Just had my 2nd paper in the afternoon today... and I am just so glad 2 papers' over. 2 more to go...

Was really feeling the kind of stress that I have not been experiencing for a long long while...... I think I got really depressed! It's such a scary and lousy feeling. I just kept praying in my heart... that I will not fail this course (ICHRM). This sem was so crazy with so many assignments that I was still doing a major assignment even in the last week of the sem! By right I should have already started on my revision for the exams 2 weeks ago!

Spent a lot of days going through the revision for Financial Accounting 1.. and thus neglected on the revision on ICHRM. Guess I was too complacent!.. Thinking that it should not be too hard. But how wrong I was proven... It may be a rather common sense kinda topic, yet, what is required is still a very theory based kind of study. And I know that I know that I am just not good with memorising information. Am I getting old?

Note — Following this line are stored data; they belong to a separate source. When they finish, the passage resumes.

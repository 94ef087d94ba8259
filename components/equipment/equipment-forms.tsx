"use client";

import { useState } from "react";
import { useForm, type UseFormRegisterReturn } from "react-hook-form";
import { useSWRConfig } from "swr";
import { z } from "zod";
import { units } from "@/lib/client/unit-fields";
import { FileUpload } from "@/components/uploads/file-upload";
import { RejudgePreviewNote, type RejudgePreview } from "@/components/setup/edit-preview";
import { FormField } from "@/components/ui/form-field";
import { FieldError, FormMessage } from "@/components/ui/form-message";
import { placeFields, refusedWords } from "@/lib/client/field-errors";
import { formResolver } from "@/lib/client/form-resolver";
import { sendJson, type ApiError } from "@/lib/client/send-json";
import { calibrationSchema, type CalibrationInput } from "@/lib/schemas/calibration";
import { equipmentSetSchema, type EquipmentSetInput } from "@/lib/schemas/equipment";
import { isInputError, parseForce, parsePressure } from "@/lib/units";
import { showNumber } from "@/lib/format/quantities";
import { equipmentSetsKey, useEquipmentSets, type EquipmentSetList } from "./equipment-list";
import { ClientForm } from "@/components/ui/client-form";

type Errors = Record<string, { message?: string } | undefined>;

function setFields(us: boolean) {
  const system = us ? "US" : "SI";
  return {
    name: z.string(),
    jackSerial: z.string(),
    gaugeSerial: z.string(),
    pumpSerial: z.string(),
    jackGripMm: units.length(system, us ? "in" : "mm", false),
    maxForceN: units.force(system, us ? "kip" : "kN", false),
    drawInMm: units.length(system, us ? "in" : "mm", false),
  };
}

function setResolver(us: boolean) {
  return formResolver(setFields(us), (v) => ({ ...v, pumpSerial: v.pumpSerial?.trim() || null }), equipmentSetSchema);
}

export function EquipmentSetForm({ projectId, us }: { projectId: string; us: boolean }) {
  const { mutate } = useSWRConfig();
  const [message, setMessage] = useState<{ tone: "error" | "info"; text: string }>();
  const form = useForm<{ [K in keyof ReturnType<typeof setFields>]: string }, unknown, EquipmentSetInput>({
    resolver: setResolver(us),
    defaultValues: {
      name: "",
      jackSerial: "",
      gaugeSerial: "",
      pumpSerial: "",
      jackGripMm: "",
      maxForceN: "",
      drawInMm: "",
    },
  });
  const e = form.formState.errors as Errors;
  const onSubmit = form.handleSubmit(async (values) => {
    const r = await sendJson("POST", `/api/projects/${projectId}/equipment-sets`, values);
    if (!r.ok) {
      const placed = placeFields(r.error.fields, (k) => (k in setFields(us) ? k : null));
      for (const [k, m] of Object.entries(placed.boxes)) form.setError(k as "name", { message: m.join(" ") });
      return setMessage({ tone: "error", text: refusedWords(r.error, placed) });
    }
    setMessage({ tone: "info", text: `${values.name} added. Add its calibration next.` });
    form.reset();
    void mutate(equipmentSetsKey(projectId));
  });
  return (
    <ClientForm onSubmit={onSubmit} noValidate className="card space-y-4">
      <h2 className="text-lead font-semibold">Add an equipment set</h2>
      <FormMessage tone={message?.tone ?? "info"}>{message?.text}</FormMessage>
      <FormMessage tone="error">{e.root?.message}</FormMessage>
      <div className="grid gap-4 md:grid-cols-3">
        <FormField id="e-name" label="Set name" error={e.name?.message} {...form.register("name")} />
        <FormField id="e-jack" label="Jack serial" error={e.jackSerial?.message} {...form.register("jackSerial")} />
        <FormField id="e-gauge" label="Gauge serial" error={e.gaugeSerial?.message} {...form.register("gaugeSerial")} />
        <FormField
          id="e-pump"
          label="Pump serial (optional)"
          error={e.pumpSerial?.message}
          {...form.register("pumpSerial")}
        />
        <FormField
          id="e-grip"
          label={`Jack grip length, ${us ? "in" : "mm"} (optional)`}
          numeric
          error={e.jackGripMm?.message}
          {...form.register("jackGripMm")}
        />
        <FormField
          id="e-max"
          label={`Rated force, ${us ? "kip" : "kN"} (optional)`}
          numeric
          error={e.maxForceN?.message}
          {...form.register("maxForceN")}
        />
        <FormField
          id="e-draw-in"
          label={`Draw-in per re-grip, ${us ? "in" : "mm"} (optional)`}
          numeric
          hint="What the wedges give back each time the jack re-grips between strokes, from the jack maker or a trial pull. Ram-travel records that type none use it."
          error={e.drawInMm?.message}
          {...form.register("drawInMm")}
        />
      </div>
      <button className="btn-primary" type="submit">
        Add set
      </button>
    </ClientForm>
  );
}

/** "pressure, force" per line, in the project's units unless a unit is typed. */
export function readPoints(text: string, us: boolean): { points: CalibrationInput["points"]; error: string | null } {
  const system = us ? "US" : "SI";
  const points: CalibrationInput["points"] = [];
  const lines = text
    .split(/\r?\n/)
    .map((l) => l.trim())
    .filter(Boolean);
  for (const [i, line] of lines.entries()) {
    const [p, f, extra] = line.split(/[,;\t]/).map((s) => s.trim());
    try {
      if (!p || !f || extra !== undefined) throw new Error("give pressure, force");
      points.push({
        pressureMPa: parsePressure(p, { field: "pressure", system }),
        forceN: parseForce(f, { field: "force", system }),
      });
    } catch (error) {
      return {
        points,
        error: `Line ${i + 1} "${line}": ${isInputError(error) ? error.message.replace(/^[^:]*: /, "") : "write pressure, force"}.`,
      };
    }
  }
  return { points, error: null };
}

/** The boxes of a calibration's figures, read in the project's units (the points one pair a line). */
export function calibrationBoxes(us: boolean) {
  return {
    calibratedOn: z.string(),
    validUntil: z.string(),
    pointsText: z.string().transform((text, ctx) => {
      const { points, error } = readPoints(text, us);
      if (error) ctx.addIssue({ code: "custom", message: error });
      return points;
    }),
    laboratory: z.string(),
  };
}

/** A calibration for `calibrationSchema` from its boxes as read (null: could not be read) and its certificate. */
export function calibrationFromBoxes(
  v: {
    calibratedOn: string | null;
    validUntil: string | null;
    pointsText: CalibrationInput["points"] | null;
    laboratory: string | null;
  },
  certificateAttachmentId: string | null,
) {
  return {
    calibratedOn: v.calibratedOn,
    validUntil: v.validUntil || null,
    points: v.pointsText ?? [],
    laboratory: v.laboratory?.trim() || null,
    certificateAttachmentId,
  };
}

/** `formResolver`'s paths and rows for `calibrationBoxes`: the points' messages go to their box, by line. */
export const CALIBRATION_PATHS = { points: "pointsText" } as const;
export const CALIBRATION_ROWS = { pointsText: "Line" } as const;

/** The points box of a calibration form, its label naming the units they are read in. */
export function CalibrationPointsField({
  id,
  us,
  error,
  ...box
}: { id: string; us: boolean; error?: string } & UseFormRegisterReturn) {
  return (
    <FormField
      as="textarea"
      id={id}
      rows={6}
      className="font-mono"
      label={`Calibration points: gauge pressure, force (${us ? "psi, kip" : "MPa, kN"}), one pair per line`}
      placeholder={us ? "1000, 6.3\n2000, 13.4" : "10, 50.2\n20, 101.6"}
      error={error}
      {...box}
    />
  );
}

function calFields(us: boolean) {
  return { ...calibrationBoxes(us), certificateAttachmentId: z.string() };
}

function calResolver(us: boolean) {
  return formResolver(
    calFields(us),
    (v) => calibrationFromBoxes(v, v.certificateAttachmentId || null),
    calibrationSchema,
    CALIBRATION_PATHS,
    CALIBRATION_ROWS,
  );
}

export function CalibrationForm({
  projectId,
  us,
  initial,
  validityDays,
}: {
  projectId: string;
  us: boolean;
  initial: EquipmentSetList;
  validityDays: number;
}) {
  const { mutate } = useSWRConfig();
  // The same list as the cards above, so a set added a moment ago can be chosen at once.
  const sets = useEquipmentSets(projectId, initial).data.equipmentSets;
  const [chosen, setChosen] = useState("");
  const setId = sets.some((s) => s.id === chosen) ? chosen : (sets[0]?.id ?? "");
  const [message, setMessage] = useState<{ tone: "error" | "info"; text: string }>();
  const form = useForm<{ [K in keyof ReturnType<typeof calFields>]: string }, unknown, CalibrationInput>({
    resolver: calResolver(us),
    defaultValues: { calibratedOn: "", validUntil: "", pointsText: "", laboratory: "", certificateAttachmentId: "" },
  });
  const e = form.formState.errors as Errors;
  // A calibration that judges stressed tendons again is shown first and saved on a second press.
  const [preview, setPreview] = useState<RejudgePreview | null>(null);
  const [busy, setBusy] = useState(false);
  const refused = (error: ApiError) => {
    setPreview(null);
    const placed = placeFields(error.fields, (k) =>
      k.startsWith("points") ? "pointsText" : k in calFields(us) ? k : null,
    );
    for (const [k, m] of Object.entries(placed.boxes)) form.setError(k as "calibratedOn", { message: m.join(" ") });
    setMessage({ tone: "error", text: refusedWords(error, placed) });
  };
  const onSubmit = form.handleSubmit(async (values) => {
    const api = `/api/projects/${projectId}/equipment-sets/${setId}/calibrations`;
    setBusy(true);
    if (!preview) {
      const checked = await sendJson<RejudgePreview>("POST", `${api}/preview`, values);
      if (!checked.ok) {
        setBusy(false);
        return refused(checked.error);
      }
      if (checked.data.rejudged > 0) {
        setBusy(false);
        setMessage(undefined);
        return setPreview(checked.data);
      }
    }
    const r = await sendJson<{ validUntil: string; r2: number; warnings: string[] }>("POST", api, values);
    setBusy(false);
    if (!r.ok) return refused(r.error);
    setPreview(null);
    setMessage({
      tone: "info",
      text: `Calibration saved: r² = ${showNumber(r.data.r2, 5)}, valid to ${r.data.validUntil}. ${r.data.warnings.join(" ")}`,
    });
    form.reset();
    void mutate(equipmentSetsKey(projectId));
  });
  if (!sets.length) return null;
  return (
    <ClientForm
      onSubmit={onSubmit}
      onChange={() => preview && setPreview(null)}
      noValidate
      className="card space-y-4"
      aria-label="Add a calibration"
    >
      <h2 className="text-lead font-semibold">Add a calibration</h2>
      <FormMessage tone={message?.tone ?? "info"}>{message?.text}</FormMessage>
      <FormMessage tone="error">{e.root?.message}</FormMessage>
      <div className="grid gap-4 md:grid-cols-3">
        <FormField
          as="select"
          id="c-set"
          label="Equipment set"
          value={setId}
          onChange={(ev) => setChosen(ev.target.value)}
        >
          {sets.map((s) => (
            <option key={s.id} value={s.id}>
              {s.name}
            </option>
          ))}
        </FormField>
        <FormField
          id="c-on"
          type="date"
          label="Calibrated on"
          error={e.calibratedOn?.message}
          {...form.register("calibratedOn")}
        />
        <FormField
          id="c-until"
          type="date"
          label="Valid until (optional)"
          hint={`Empty: ${validityDays} days after calibration, the project's rule; the earlier date wins.`}
          error={e.validUntil?.message}
          {...form.register("validUntil")}
        />
      </div>
      <CalibrationPointsField
        id="c-points"
        us={us}
        error={e.pointsText?.message ?? e.points?.message}
        {...form.register("pointsText")}
      />
      <FormField
        id="c-lab"
        label="Laboratory (optional)"
        error={e.laboratory?.message}
        {...form.register("laboratory")}
      />
      <FileUpload
        projectId={projectId}
        purpose="calibration_certificate"
        label="Calibration certificate file"
        onUploaded={(f) => form.setValue("certificateAttachmentId", f.id)}
      />
      <FieldError
        id="c-certificate-error"
        messages={e.certificateAttachmentId?.message ? [e.certificateAttachmentId.message] : undefined}
      />
      {preview && (
        <RejudgePreviewNote
          preview={preview}
          subject="This calibration"
          then="Press again to save it."
          testId="calibration-preview"
        />
      )}
      <button className="btn-primary" type="submit" disabled={busy}>
        {busy ? "Checking…" : preview ? "Save the calibration and judge again" : "Save calibration"}
      </button>
    </ClientForm>
  );
}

A lot of thoughts went through my mind. Shall I apply for defer paper? But I am not sick. Then what reason should I give? Yet on the other hand, I kept speaking to myself, Elaine Chua, don't give up so easily without even trying!.. Suddenly it just dawned upon me that why was I so afraid of failure? Even if I really failed this course, I can always try again one more time right?

But I just don't want to fail any course. Because it will cost another A$2000++ just to retake a course. And most importantly, I don't want to disappoint my family......

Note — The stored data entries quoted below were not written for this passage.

"use client";

import { CartesianGrid, ComposedChart, Line, ResponsiveContainer, Scatter, XAxis, YAxis } from "recharts";
import { niceAxis } from "@/lib/format/axis";
import { showNumber } from "@/lib/format/quantities";

/** The calibration chart's drawing (recharts), loaded only where the chart is shown. */
export function CalibrationPlot(props: {
  points: { p: number; f: number }[];
  line: { p: number; f: number }[];
  pressureUnit: string;
  forceUnit: string;
}) {
  // From zero, on round values of the units shown.
  const all = [...props.points, ...props.line];
  const px = niceAxis(0, Math.max(...all.map((d) => d.p)), 5);
  const fy = niceAxis(0, Math.max(...all.map((d) => d.f)), 5);
  return (
    <ResponsiveContainer width="100%" height="100%">
      <ComposedChart margin={{ top: 8, right: 12, bottom: 18, left: 4 }}>
        <CartesianGrid stroke="#c3c0b6" strokeDasharray="3 3" />
        <XAxis
          dataKey="p"
          type="number"
          domain={px.domain}
          ticks={px.ticks}
          tickFormatter={(v: number) => showNumber(v, px.decimals)}
          label={{ value: props.pressureUnit, position: "insideBottom", offset: -8 }}
        />
        <YAxis
          dataKey="f"
          type="number"
          domain={fy.domain}
          ticks={fy.ticks}
          allowDataOverflow
          tickFormatter={(v: number) => showNumber(v, fy.decimals)}
          label={{ value: props.forceUnit, angle: -90, position: "insideLeft" }}
        />
        <Line data={props.line} dataKey="f" stroke="#14213d" strokeWidth={2} dot={false} isAnimationActive={false} />
        <Scatter data={props.points} dataKey="f" fill="#8a4b00" isAnimationActive={false} />
      </ComposedChart>
    </ResponsiveContainer>
  );
}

When Mad came over few weeks ago, I was telling her that I am aiming for 3 distinctions and a credit for this semester. It should not be hard because my assignments & test's results were much better than last sem. How frustrating will it be, that my final grades are going to be pulled down just because of my exams results....

I went for the paper today. It was not easy, but thank God, it was not that tough that I would have expected. I don't know if I will pass the paper, but I should be able to pass the course. After leaving the hall, as I walked on that long stretch of road to the place to collect my bag, I just thanked God for His grace, once again. I felt a comfort in my heart, I am glad that He has given me a chance once again.

It is really not easy to be a student. I think I do not really understand that before as much as I do now.

2 more papers to go. I just want to get it over and done soon. Go back Singapore, spend time with my family. Play with my 2 beloved nephews. Fellowship with the people whom I miss.. There is no other place like home indeed.

Freedom in just another couple of days time! Hang in there! I will.

Thankful for Your grace once again....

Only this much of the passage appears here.